## Goal of the exercise
Which lines in the records below contain the word "lead"? Copy each one out.

+ + + + +

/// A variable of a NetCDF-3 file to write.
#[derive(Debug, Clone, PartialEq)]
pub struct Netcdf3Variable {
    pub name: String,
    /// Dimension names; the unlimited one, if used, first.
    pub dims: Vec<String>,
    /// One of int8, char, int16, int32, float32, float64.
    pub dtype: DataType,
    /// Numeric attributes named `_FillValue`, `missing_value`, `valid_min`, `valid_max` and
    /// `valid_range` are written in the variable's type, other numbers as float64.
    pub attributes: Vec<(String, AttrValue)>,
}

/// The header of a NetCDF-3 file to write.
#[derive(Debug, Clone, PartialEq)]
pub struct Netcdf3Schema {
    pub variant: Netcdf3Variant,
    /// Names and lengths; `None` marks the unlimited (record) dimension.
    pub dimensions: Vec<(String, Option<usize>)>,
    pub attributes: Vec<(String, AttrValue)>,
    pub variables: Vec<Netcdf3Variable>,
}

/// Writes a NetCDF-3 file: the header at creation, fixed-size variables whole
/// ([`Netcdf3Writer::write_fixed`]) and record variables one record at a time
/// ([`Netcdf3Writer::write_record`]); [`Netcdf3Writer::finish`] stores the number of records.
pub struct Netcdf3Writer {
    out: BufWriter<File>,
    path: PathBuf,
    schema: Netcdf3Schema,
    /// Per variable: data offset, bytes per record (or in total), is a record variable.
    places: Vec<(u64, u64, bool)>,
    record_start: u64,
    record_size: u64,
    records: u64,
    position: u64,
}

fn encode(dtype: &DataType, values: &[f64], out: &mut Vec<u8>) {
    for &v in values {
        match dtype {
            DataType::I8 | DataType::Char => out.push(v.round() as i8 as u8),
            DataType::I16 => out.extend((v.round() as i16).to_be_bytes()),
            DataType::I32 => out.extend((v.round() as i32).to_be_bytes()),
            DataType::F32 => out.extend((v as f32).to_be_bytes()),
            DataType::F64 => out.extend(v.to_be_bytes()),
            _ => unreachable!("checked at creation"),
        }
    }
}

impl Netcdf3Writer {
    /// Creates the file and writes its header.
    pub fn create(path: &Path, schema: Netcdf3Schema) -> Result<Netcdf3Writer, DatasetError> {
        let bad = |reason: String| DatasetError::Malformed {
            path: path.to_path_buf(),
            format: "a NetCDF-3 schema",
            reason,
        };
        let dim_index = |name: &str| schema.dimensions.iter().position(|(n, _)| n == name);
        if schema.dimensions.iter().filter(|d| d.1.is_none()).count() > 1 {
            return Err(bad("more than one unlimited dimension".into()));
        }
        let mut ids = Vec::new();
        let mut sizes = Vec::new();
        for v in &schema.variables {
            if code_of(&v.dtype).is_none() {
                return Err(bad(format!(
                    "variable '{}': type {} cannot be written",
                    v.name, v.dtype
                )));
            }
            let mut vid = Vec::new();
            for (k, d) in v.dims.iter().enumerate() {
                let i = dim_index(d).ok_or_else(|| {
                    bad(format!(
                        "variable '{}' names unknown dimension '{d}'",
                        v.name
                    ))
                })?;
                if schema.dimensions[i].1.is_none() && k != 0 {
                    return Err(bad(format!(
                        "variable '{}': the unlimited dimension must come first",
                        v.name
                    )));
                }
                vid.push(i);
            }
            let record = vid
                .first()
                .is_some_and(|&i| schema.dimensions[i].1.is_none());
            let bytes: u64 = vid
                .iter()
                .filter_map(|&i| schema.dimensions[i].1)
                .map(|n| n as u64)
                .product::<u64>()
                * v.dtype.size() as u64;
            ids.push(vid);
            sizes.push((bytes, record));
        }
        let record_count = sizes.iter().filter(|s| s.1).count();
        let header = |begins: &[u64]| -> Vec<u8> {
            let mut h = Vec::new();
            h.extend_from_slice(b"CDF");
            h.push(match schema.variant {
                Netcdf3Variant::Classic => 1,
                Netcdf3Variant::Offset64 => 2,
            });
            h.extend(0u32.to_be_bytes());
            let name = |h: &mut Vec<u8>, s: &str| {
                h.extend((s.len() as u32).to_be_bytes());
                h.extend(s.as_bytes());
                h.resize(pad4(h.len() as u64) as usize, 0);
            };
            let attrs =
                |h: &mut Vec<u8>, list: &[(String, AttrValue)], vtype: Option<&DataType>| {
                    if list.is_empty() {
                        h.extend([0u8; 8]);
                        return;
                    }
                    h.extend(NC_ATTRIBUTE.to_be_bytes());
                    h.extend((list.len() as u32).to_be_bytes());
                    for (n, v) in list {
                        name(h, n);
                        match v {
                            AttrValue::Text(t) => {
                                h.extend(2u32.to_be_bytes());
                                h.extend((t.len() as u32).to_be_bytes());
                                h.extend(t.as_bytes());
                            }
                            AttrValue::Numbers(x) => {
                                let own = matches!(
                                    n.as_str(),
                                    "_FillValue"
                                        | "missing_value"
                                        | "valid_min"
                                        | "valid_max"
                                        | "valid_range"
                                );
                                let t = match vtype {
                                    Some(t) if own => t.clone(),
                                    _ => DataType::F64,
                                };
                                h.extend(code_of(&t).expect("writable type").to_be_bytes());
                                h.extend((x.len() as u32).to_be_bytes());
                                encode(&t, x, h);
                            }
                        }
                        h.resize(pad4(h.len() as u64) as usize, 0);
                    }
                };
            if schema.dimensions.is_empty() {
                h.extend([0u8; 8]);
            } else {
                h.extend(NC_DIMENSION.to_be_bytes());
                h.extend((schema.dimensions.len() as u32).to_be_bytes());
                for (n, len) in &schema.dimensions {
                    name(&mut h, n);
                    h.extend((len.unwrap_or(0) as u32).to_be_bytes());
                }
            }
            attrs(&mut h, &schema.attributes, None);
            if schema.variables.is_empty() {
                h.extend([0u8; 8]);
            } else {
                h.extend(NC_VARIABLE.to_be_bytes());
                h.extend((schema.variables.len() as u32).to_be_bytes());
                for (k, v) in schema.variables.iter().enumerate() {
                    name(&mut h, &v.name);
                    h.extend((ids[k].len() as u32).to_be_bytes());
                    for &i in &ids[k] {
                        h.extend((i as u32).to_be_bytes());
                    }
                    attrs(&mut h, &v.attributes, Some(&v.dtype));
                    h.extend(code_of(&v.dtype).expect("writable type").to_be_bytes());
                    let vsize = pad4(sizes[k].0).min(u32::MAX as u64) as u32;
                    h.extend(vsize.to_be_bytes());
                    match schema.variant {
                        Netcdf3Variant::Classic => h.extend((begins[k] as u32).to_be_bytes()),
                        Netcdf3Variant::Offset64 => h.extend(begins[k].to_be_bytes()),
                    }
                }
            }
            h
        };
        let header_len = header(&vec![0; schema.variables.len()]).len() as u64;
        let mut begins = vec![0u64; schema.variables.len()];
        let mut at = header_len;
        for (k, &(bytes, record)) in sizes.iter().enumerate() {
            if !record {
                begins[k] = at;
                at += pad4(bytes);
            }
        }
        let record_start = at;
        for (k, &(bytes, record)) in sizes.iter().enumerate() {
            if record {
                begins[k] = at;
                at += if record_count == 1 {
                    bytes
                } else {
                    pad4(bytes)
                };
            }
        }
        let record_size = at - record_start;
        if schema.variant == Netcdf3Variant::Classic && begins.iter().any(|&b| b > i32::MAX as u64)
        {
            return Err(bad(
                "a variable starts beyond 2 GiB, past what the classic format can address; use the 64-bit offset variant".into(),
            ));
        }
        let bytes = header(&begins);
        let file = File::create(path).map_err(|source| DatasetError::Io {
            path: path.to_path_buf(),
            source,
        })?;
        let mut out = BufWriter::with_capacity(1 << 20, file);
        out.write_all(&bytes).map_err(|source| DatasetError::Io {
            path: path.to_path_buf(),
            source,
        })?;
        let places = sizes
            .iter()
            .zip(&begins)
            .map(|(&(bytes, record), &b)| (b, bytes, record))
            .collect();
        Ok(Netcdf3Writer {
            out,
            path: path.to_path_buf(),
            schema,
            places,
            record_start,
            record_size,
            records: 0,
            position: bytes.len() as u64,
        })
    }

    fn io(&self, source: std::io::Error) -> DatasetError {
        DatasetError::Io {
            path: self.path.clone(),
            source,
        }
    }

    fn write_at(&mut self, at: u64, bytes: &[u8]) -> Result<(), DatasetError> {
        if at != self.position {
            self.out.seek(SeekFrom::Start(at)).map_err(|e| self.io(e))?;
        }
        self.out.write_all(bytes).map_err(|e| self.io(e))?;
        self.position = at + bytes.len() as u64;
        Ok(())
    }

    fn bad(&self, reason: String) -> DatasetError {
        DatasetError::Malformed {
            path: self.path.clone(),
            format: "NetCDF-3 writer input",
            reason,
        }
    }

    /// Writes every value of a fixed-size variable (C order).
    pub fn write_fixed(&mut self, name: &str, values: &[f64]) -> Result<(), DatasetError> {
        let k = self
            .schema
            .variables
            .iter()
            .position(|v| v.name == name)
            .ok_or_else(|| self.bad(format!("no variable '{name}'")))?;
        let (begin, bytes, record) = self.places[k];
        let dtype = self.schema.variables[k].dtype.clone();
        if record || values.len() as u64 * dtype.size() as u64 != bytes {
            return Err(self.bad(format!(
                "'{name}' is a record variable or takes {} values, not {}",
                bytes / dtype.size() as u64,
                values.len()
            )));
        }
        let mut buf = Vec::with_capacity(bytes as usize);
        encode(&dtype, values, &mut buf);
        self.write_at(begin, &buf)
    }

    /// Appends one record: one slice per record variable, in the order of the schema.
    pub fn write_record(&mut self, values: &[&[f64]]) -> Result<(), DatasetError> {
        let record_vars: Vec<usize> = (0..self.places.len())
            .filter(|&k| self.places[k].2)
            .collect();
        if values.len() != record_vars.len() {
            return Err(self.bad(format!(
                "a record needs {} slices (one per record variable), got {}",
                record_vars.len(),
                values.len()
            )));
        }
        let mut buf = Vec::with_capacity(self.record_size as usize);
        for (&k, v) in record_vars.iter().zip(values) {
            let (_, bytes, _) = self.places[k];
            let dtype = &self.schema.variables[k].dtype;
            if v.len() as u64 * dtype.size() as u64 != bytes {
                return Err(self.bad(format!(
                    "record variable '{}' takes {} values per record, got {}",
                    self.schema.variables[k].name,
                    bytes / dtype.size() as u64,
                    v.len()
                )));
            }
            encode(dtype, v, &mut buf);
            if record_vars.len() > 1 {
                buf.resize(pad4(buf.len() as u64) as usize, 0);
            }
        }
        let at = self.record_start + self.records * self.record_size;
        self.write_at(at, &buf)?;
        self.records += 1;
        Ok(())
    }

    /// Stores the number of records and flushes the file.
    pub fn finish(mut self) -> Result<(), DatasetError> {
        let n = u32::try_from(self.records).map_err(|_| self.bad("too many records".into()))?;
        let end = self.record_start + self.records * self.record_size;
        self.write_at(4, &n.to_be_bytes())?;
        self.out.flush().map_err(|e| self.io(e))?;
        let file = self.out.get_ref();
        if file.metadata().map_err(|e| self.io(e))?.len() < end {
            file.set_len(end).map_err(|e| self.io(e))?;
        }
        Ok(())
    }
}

+ + + + +

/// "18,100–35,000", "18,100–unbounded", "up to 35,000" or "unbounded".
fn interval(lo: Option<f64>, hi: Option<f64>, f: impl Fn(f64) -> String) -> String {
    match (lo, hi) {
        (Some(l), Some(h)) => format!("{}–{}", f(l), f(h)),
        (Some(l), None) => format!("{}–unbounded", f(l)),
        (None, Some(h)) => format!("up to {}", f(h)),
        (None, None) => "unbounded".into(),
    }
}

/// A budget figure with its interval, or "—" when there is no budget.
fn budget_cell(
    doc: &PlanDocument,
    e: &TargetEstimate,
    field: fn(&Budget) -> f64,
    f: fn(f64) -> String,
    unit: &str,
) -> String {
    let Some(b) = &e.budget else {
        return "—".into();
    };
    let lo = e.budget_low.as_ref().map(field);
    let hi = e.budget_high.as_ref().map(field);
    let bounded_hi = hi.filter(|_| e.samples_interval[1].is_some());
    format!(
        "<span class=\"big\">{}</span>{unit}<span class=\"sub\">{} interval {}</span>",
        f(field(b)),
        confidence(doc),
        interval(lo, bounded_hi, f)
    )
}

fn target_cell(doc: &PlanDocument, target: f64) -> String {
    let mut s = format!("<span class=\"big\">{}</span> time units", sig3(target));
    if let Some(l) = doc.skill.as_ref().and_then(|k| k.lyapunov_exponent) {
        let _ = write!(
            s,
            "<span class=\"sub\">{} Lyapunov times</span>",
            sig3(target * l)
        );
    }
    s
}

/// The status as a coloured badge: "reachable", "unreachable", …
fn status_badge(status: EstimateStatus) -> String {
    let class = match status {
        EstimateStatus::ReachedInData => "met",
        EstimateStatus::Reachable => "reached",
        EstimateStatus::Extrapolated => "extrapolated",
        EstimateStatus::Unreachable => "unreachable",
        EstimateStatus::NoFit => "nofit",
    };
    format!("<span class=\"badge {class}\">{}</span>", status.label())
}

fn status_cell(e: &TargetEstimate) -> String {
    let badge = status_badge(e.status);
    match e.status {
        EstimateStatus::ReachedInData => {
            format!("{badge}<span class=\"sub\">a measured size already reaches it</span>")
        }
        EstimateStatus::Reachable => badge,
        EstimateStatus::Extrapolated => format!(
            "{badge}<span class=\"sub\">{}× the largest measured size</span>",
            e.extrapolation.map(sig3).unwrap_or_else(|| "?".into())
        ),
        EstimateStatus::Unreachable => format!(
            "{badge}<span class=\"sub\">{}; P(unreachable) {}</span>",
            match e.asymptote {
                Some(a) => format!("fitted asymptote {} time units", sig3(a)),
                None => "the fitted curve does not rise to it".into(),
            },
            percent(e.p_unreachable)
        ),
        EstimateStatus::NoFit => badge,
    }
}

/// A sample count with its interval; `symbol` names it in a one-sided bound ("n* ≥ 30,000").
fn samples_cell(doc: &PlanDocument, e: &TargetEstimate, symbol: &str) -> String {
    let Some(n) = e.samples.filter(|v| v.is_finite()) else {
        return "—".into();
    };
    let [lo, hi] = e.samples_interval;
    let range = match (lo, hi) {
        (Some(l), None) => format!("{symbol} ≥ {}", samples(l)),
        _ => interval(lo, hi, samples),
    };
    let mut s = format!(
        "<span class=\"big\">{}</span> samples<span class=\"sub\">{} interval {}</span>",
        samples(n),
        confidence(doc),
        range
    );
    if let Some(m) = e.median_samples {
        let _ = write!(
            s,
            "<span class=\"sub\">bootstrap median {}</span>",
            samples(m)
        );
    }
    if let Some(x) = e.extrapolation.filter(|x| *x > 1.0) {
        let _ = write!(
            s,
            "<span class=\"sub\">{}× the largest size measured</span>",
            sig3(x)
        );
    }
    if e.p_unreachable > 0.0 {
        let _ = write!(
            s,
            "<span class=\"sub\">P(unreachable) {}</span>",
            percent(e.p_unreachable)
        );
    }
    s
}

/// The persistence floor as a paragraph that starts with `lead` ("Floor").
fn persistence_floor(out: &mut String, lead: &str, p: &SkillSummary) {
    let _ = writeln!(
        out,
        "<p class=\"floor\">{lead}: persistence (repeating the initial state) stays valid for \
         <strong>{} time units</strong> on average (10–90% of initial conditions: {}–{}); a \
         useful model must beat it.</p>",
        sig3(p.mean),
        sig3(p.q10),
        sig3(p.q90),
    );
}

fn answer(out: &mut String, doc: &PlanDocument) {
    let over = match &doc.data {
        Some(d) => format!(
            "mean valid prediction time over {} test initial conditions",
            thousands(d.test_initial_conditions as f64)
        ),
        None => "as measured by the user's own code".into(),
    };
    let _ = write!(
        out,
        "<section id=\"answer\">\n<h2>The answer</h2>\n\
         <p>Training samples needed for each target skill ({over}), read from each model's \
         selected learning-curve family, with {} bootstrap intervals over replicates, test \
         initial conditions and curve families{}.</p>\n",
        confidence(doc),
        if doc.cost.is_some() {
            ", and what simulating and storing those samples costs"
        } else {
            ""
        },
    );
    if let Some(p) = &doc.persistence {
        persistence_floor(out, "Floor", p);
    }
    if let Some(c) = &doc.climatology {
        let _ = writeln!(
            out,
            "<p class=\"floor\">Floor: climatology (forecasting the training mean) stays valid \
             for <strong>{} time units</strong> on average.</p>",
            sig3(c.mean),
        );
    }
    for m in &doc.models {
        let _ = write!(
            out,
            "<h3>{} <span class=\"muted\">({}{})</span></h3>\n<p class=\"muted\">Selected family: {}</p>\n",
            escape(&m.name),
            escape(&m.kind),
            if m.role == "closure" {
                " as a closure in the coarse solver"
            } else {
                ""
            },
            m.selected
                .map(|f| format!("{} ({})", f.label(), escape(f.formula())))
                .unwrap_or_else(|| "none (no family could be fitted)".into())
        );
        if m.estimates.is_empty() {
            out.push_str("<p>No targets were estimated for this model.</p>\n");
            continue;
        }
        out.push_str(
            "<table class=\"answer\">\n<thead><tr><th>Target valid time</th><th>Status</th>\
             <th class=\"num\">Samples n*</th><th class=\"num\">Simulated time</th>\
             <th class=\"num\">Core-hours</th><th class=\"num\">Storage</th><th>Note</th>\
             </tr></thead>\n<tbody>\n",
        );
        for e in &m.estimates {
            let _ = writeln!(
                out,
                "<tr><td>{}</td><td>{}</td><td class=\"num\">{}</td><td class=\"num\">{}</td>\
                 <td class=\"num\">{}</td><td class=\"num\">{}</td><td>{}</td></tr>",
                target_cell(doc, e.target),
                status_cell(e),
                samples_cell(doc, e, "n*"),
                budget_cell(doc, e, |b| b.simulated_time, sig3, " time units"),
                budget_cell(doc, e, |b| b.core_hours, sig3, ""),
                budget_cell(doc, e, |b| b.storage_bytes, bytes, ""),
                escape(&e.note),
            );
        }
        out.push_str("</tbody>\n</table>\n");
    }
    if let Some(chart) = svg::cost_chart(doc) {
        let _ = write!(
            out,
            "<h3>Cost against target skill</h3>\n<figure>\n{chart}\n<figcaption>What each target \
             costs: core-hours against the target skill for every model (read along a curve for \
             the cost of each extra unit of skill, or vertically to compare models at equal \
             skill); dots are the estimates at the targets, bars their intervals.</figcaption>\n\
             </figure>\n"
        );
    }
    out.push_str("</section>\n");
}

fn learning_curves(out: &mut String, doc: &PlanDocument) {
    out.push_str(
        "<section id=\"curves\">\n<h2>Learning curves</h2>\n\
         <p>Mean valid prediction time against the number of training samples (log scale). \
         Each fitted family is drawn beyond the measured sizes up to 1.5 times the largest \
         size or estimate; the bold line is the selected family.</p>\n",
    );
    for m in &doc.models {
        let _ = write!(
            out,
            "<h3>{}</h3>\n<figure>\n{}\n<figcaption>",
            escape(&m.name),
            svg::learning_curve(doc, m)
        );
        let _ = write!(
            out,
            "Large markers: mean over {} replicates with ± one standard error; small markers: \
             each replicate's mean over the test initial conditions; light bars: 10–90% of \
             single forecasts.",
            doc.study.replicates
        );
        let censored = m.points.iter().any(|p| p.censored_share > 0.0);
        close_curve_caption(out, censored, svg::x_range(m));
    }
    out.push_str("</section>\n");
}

+ + + + +

## Response box
/// The persistence floor as a paragraph that starts with `lead` ("Floor").
fn persistence_floor(out: &mut String, lead: &str, p: &SkillSummary) {
        "<p class=\"floor\">{lead}: persistence (repeating the initial state) stays valid for \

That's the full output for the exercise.